------ RECORDS PROVIDED

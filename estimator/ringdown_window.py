"""Where the ring-down is in a whole record: `find_ringdown_window`.

A bench record for a ring-down holds more than the free decay: the cell at rest, loaded,
then released (or tapped), ringing, and at rest again. ``identify --test ringdown`` needs
the free decay itself. This finds it from the data alone:

1. the noise σ of one sample, from the robust spread (1.4826·MAD) of first differences
   divided by √2 (white noise; a smooth signal barely moves from one sample to the next
   at the rates a cell is sampled);
2. the ringing period P, from the largest peak of the spectrum of the first differences
   (the ringing dominates what changes fast);
3. active stretches: where the moving standard deviation of the displacement over 2P is
   above 4σ, stretches closer than 2P merged. Each active stretch followed by a quiet
   one is a candidate decay toward the level of that quiet stretch; the candidate whose
   largest excursion from that level is largest wins (the last one when several are
   within 10 % of each other: in a rest–load–release record that is the release);
4. the window: from the start of that stretch (a little of the plateau before it is
   harmless: the identification starts just past the largest excursion) until the
   amplitude has reached the noise, plus half as long again at rest so that the
   identification sees the rest level and the noise at its end.

It refuses (`RingdownNotFoundError`, one line) when no stretch rings above 20σ (the
identification's own threshold for a decay) or none comes back to rest before the record
ends. Numbers in, numbers out (used by ``forcelens identify``).
"""

from __future__ import annotations

import math
from dataclasses import dataclass

import numpy as np

__all__ = ["RingdownNotFoundError", "RingdownWindow", "find_ringdown_window"]

_ACTIVE_SNR = 4.0  # moving standard deviation above this many σ: ringing or moving
_MIN_DECAY_SNR = 20.0  # as estimator.identify: a decay's excursion, in σ
_TIE = 0.10  # excursions within 10 % of the largest are ties; the last one wins
_TAIL = 0.5  # rest after the decay, as a share of the decay's length
_MIN_SAMPLES = 100


class RingdownNotFoundError(ValueError):
    """No free decay could be told apart in the record; the message says why."""


@dataclass(frozen=True)
class RingdownWindow:
    """The free decay found in a record (times in s, levels in m).

    Attributes:
        start_s, end_s: the window to identify from.
        decay_end_s: where the ringing has fallen to the noise.
        rest_m: the level the decay settles to.
        excursion_m: the largest distance from ``rest_m`` in the window.
        noise_m: the noise σ of one sample.
        period_s: the ringing period seen in the record.
        candidates: the number of decays seen (the chosen one included).
    """

    start_s: float
    end_s: float
    decay_end_s: float
    rest_m: float
    excursion_m: float
    noise_m: float
    period_s: float
    candidates: int

    def text(self) -> str:
        """One line saying what was found and how to choose another window."""
        other = f" ({self.candidates - 1} other decay(s) seen)" if self.candidates > 1 else ""
        return (
            f"window found: {self.start_s:.6g} s to {self.end_s:.6g} s, the free decay "
            f"of {self.excursion_m:.3g} m to rest at {self.rest_m:.6g} m, ringing until "
            f"{self.decay_end_s:.6g} s{other}; --from/--to choose another"
        )


def _moving_std(x: np.ndarray, w: int) -> np.ndarray:
    """Standard deviation of x over w samples centred on each sample, shape (n,)."""
    c1 = np.concatenate(([0.0], np.cumsum(x - x[0])))
    c2 = np.concatenate(([0.0], np.cumsum((x - x[0]) ** 2)))
    n = x.size
    lo = np.clip(np.arange(n) - w // 2, 0, n - w)
    hi = lo + w
    mean = (c1[hi] - c1[lo]) / w
    var = (c2[hi] - c2[lo]) / w - mean**2
    return np.sqrt(np.maximum(var, 0.0))


def _runs(mask: np.ndarray) -> list[tuple[int, int]]:
    """[start, stop) of each run of True in ``mask``."""
    edges = np.flatnonzero(np.diff(np.concatenate(([0], mask.view(np.int8), [0]))))
    return list(zip(edges[::2].tolist(), edges[1::2].tolist(), strict=True))


def find_ringdown_window(time_s: np.ndarray, displacement_m: np.ndarray) -> RingdownWindow:
    """The free decay in a whole record (arrays of shape (n,), s and m); see the module.

    Raises:
        RingdownNotFoundError: no decay that rings above 20σ and comes back to rest.
    """
    t = np.asarray(time_s, dtype=np.float64)
    x = np.asarray(displacement_m, dtype=np.float64)
    ok = np.isfinite(x)
    t, x = t[ok], x[ok]
    n = x.size
    if n < _MIN_SAMPLES:
        raise RingdownNotFoundError(f"only {n} samples; a ring-down needs {_MIN_SAMPLES} or more")
    d = np.diff(x)
    sigma_d = 1.4826 * float(np.median(np.abs(d - np.median(d))))
    span = float(np.ptp(x))
    sigma = max(sigma_d / math.sqrt(2.0), 1e-9 * span, np.finfo(float).tiny)
    spectrum = np.abs(np.fft.rfft(d - d.mean()))
    k = int(np.argmax(spectrum[1:])) + 1 if spectrum.size > 1 else 1
    period = max(2.0, d.size / k)  # samples
    w = int(min(max(8, round(2.0 * period)), max(8, n // 10)))
    active = _moving_std(x, w) > _ACTIVE_SNR * sigma
    runs = _runs(active)
    merged: list[tuple[int, int]] = []
    for a, b in runs:
        if merged and a - merged[-1][1] < w:
            merged[-1] = (merged[-1][0], b)
        else:
            merged.append((a, b))
    candidates = []
    for i, (a, b) in enumerate(merged):
        next_start = merged[i + 1][0] if i + 1 < len(merged) else n
        if next_start - b < w:
            continue  # never back to rest before the next movement or the end
        rest = float(np.median(x[b : min(next_start, b + 5 * w)]))
        excursion = float(np.max(np.abs(x[a:b] - rest)))
        candidates.append((a, b, next_start, rest, excursion))
    strong = [c for c in candidates if c[4] >= _MIN_DECAY_SNR * sigma]
    if not strong:
        if not merged:
            why = f"nothing moves above {_ACTIVE_SNR:g}× the noise ({sigma:.3g} m)"
        elif not candidates:
            why = "the record ends while the cell still rings or moves"
        else:
            best = max(c[4] for c in candidates)
            why = (
                f"the largest decay is {best:.3g} m, {best / sigma:.1f}× the noise "
                f"({sigma:.3g} m); at least {_MIN_DECAY_SNR:g}× is needed"
            )
        raise RingdownNotFoundError(f"no ring-down found ({why})")
    top = max(c[4] for c in strong)
    a, b, next_start, rest, excursion = [c for c in strong if c[4] >= (1 - _TIE) * top][-1]
    start = max(0, a - 1)
    stop = min(next_start - 1, n - 1, b + max(w, int(_TAIL * (b - a))))
    dt = float(np.median(np.diff(t)))
    return RingdownWindow(
        start_s=float(t[start]),
        end_s=float(t[stop]),
        decay_end_s=float(t[min(b, n - 1)]),
        rest_m=rest,
        excursion_m=excursion,
        noise_m=sigma,
        period_s=period * dt,
        candidates=len(strong),
    )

------------

### TASK
Look back at the records above. Repeat all of them exactly.

### TASK OUTPUT
filename estimator/ringdown_window.py
"""Where the ring-down is in a whole record: `find_ringdown_window`.

A bench record for a ring-down holds more than the free decay: the cell at rest, loaded,
then released (or tapped), ringing, and at rest again. ``identify --test ringdown`` needs
the free decay itself. This finds it from the data alone:

1. the noise σ of one sample, from the robust spread (1.4826·MAD) of first differences
   divided by √2 (white noise; a smooth signal barely moves from one sample to the next
   at the rates a cell is sampled);
2. the ringing period P, from the largest peak of the spectrum of the first differences
   (the ringing dominates what changes fast);
3. active stretches: where the moving standard deviation of the displacement over 2P is
   above 4σ, stretches closer than 2P merged. Each active stretch followed by a quiet
   one is a candidate decay toward the level of that quiet stretch; the candidate whose
   largest excursion from that level is largest wins (the last one when several are
   within 10 % of each other: in a rest–load–release record that is the release);
4. the window: from the start of that stretch (a little of the plateau before it is
   harmless: the identification starts just past the largest excursion) until the
   amplitude has reached the noise, plus half as long again at rest so that the
   identification sees the rest level and the noise at its end.

It refuses (`RingdownNotFoundError`, one line) when no stretch rings above 20σ (the
identification's own threshold for a decay) or none comes back to rest before the record
ends. Numbers in, numbers out (used by ``forcelens identify``).
"""

from __future__ import annotations

import math
from dataclasses import dataclass

import numpy as np

__all__ = ["RingdownNotFoundError", "RingdownWindow", "find_ringdown_window"]

_ACTIVE_SNR = 4.0  # moving standard deviation above this many σ: ringing or moving
_MIN_DECAY_SNR = 20.0  # as estimator.identify: a decay's excursion, in σ
_TIE = 0.10  # excursions within 10 % of the largest are ties; the last one wins
_TAIL = 0.5  # rest after the decay, as a share of the decay's length
_MIN_SAMPLES = 100


class RingdownNotFoundError(ValueError):
    """No free decay could be told apart in the record; the message says why."""


@dataclass(frozen=True)
class RingdownWindow:
    """The free decay found in a record (times in s, levels in m).

    Attributes:
        start_s, end_s: the window to identify from.
        decay_end_s: where the ringing has fallen to the noise.
        rest_m: the level the decay settles to.
        excursion_m: the largest distance from ``rest_m`` in the window.
        noise_m: the noise σ of one sample.
        period_s: the ringing period seen in the record.
        candidates: the number of decays seen (the chosen one included).
    """

    start_s: float
    end_s: float
    decay_end_s: float
    rest_m: float
    excursion_m: float
    noise_m: float
    period_s: float
    candidates: int

    def text(self) -> str:
        """One line saying what was found and how to choose another window."""
        other = f" ({self.candidates - 1} other decay(s) seen)" if self.candidates > 1 else ""
        return (
            f"window found: {self.start_s:.6g} s to {self.end_s:.6g} s, the free decay "
            f"of {self.excursion_m:.3g} m to rest at {self.rest_m:.6g} m, ringing until "
            f"{self.decay_end_s:.6g} s{other}; --from/--to choose another"
        )


def _moving_std(x: np.ndarray, w: int) -> np.ndarray:
    """Standard deviation of x over w samples centred on each sample, shape (n,)."""
    c1 = np.concatenate(([0.0], np.cumsum(x - x[0])))
    c2 = np.concatenate(([0.0], np.cumsum((x - x[0]) ** 2)))
    n = x.size
    lo = np.clip(np.arange(n) - w // 2, 0, n - w)
    hi = lo + w
    mean = (c1[hi] - c1[lo]) / w
    var = (c2[hi] - c2[lo]) / w - mean**2
    return np.sqrt(np.maximum(var, 0.0))


def _runs(mask: np.ndarray) -> list[tuple[int, int]]:
    """[start, stop) of each run of True in ``mask``."""
    edges = np.flatnonzero(np.diff(np.concatenate(([0], mask.view(np.int8), [0]))))
    return list(zip(edges[::2].tolist(), edges[1::2].tolist(), strict=True))


def find_ringdown_window(time_s: np.ndarray, displacement_m: np.ndarray) -> RingdownWindow:
    """The free decay in a whole record (arrays of shape (n,), s and m); see the module.

    Raises:
        RingdownNotFoundError: no decay that rings above 20σ and comes back to rest.
    """
    t = np.asarray(time_s, dtype=np.float64)
    x = np.asarray(displacement_m, dtype=np.float64)
    ok = np.isfinite(x)
    t, x = t[ok], x[ok]
    n = x.size
    if n < _MIN_SAMPLES:
        raise RingdownNotFoundError(f"only {n} samples; a ring-down needs {_MIN_SAMPLES} or more")
    d = np.diff(x)
    sigma_d = 1.4826 * float(np.median(np.abs(d - np.median(d))))
    span = float(np.ptp(x))
    sigma = max(sigma_d / math.sqrt(2.0), 1e-9 * span, np.finfo(float).tiny)
    spectrum = np.abs(np.fft.rfft(d - d.mean()))
    k = int(np.argmax(spectrum[1:])) + 1 if spectrum.size > 1 else 1
    period = max(2.0, d.size / k)  # samples
    w = int(min(max(8, round(2.0 * period)), max(8, n // 10)))
    active = _moving_std(x, w) > _ACTIVE_SNR * sigma
    runs = _runs(active)
    merged: list[tuple[int, int]] = []
    for a, b in runs:
        if merged and a - merged[-1][1] < w:
            merged[-1] = (merged[-1][0], b)
        else:
            merged.append((a, b))
    candidates = []
    for i, (a, b) in enumerate(merged):
        next_start = merged[i + 1][0] if i + 1 < len(merged) else n
        if next_start - b < w:
            continue  # never back to rest before the next movement or the end
        rest = float(np.median(x[b : min(next_start, b + 5 * w)]))
        excursion = float(np.max(np.abs(x[a:b] - rest)))
        candidates.append((a, b, next_start, rest, excursion))
    strong = [c for c in candidates if c[4] >= _MIN_DECAY_SNR * sigma]
    if not strong:
        if not merged:
            why = f"nothing moves above {_ACTIVE_SNR:g}× the noise ({sigma:.3g} m)"
        elif not candidates:
            why = "the record ends while the cell still rings or moves"
        else:
            best = max(c[4] for c in candidates)
            why = (
                f"the largest decay is {best:.3g} m, {best / sigma:.1f}× the noise "
                f"({sigma:.3g} m); at least {_MIN_DECAY_SNR:g}× is needed"
            )
        raise RingdownNotFoundError(f"no ring-down found ({why})")
    top = max(c[4] for c in strong)
    a, b, next_start, rest, excursion = [c for c in strong if c[4] >= (1 - _TIE) * top][-1]
    start = max(0, a - 1)
    stop = min(next_start - 1, n - 1, b + max(w, int(_TAIL * (b - a))))
    dt = float(np.median(np.diff(t)))
    return RingdownWindow(
        start_s=float(t[start]),
        end_s=float(t[stop]),
        decay_end_s=float(t[min(b, n - 1)]),
        rest_m=rest,
        excursion_m=excursion,
        noise_m=sigma,
        period_s=period * dt,
        candidates=len(strong),
    )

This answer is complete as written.